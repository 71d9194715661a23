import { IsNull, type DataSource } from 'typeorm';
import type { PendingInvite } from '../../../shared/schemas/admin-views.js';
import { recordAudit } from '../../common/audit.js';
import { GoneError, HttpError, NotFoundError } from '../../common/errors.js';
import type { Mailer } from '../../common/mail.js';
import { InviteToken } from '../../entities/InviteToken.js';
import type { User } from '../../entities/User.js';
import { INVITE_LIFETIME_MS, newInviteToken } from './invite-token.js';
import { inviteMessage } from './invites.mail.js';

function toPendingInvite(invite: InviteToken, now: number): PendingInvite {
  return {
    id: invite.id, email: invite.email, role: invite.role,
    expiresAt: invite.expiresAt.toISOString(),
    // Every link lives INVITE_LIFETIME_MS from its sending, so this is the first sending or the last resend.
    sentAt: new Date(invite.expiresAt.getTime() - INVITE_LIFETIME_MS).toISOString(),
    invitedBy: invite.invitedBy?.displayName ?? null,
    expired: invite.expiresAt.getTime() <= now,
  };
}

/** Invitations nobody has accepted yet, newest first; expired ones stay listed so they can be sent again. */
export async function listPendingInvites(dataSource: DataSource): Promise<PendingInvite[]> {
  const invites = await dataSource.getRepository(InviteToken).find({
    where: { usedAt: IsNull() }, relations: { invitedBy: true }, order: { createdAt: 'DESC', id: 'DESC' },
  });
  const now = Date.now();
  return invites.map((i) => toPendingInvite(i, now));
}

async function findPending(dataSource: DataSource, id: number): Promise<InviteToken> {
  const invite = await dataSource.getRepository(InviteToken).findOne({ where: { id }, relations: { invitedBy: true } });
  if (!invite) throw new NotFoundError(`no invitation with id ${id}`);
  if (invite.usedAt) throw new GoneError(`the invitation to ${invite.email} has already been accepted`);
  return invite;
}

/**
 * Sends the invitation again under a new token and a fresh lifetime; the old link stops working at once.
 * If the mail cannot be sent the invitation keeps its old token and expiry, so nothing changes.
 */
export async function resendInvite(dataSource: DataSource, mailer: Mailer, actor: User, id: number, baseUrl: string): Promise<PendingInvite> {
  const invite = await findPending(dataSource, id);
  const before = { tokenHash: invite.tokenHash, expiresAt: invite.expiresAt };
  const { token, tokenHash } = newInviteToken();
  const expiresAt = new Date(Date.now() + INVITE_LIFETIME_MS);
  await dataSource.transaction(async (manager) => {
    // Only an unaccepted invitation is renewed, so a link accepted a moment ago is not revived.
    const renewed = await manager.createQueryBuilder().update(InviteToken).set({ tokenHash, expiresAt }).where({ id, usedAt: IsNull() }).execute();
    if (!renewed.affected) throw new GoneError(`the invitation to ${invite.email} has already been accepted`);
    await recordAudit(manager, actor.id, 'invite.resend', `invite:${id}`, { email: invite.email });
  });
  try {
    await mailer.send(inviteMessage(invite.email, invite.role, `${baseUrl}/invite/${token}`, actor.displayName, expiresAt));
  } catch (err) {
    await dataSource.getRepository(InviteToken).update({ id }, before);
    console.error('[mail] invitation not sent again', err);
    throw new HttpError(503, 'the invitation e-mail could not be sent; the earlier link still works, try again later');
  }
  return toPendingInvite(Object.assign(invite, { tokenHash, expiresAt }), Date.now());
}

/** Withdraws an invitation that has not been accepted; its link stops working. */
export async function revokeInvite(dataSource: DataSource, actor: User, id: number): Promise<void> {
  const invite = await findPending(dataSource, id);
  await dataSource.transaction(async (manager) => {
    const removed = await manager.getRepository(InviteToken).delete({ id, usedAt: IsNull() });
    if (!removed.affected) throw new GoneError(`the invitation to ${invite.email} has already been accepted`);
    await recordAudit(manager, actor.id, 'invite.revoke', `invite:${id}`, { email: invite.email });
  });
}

**Task prompt:** Copy out, from the data above, every line holding the word "role".

**Response to the task:**
    id: invite.id, email: invite.email, role: invite.role,
    await mailer.send(inviteMessage(invite.email, invite.role, `${baseUrl}/invite/${token}`, actor.displayName, expiresAt));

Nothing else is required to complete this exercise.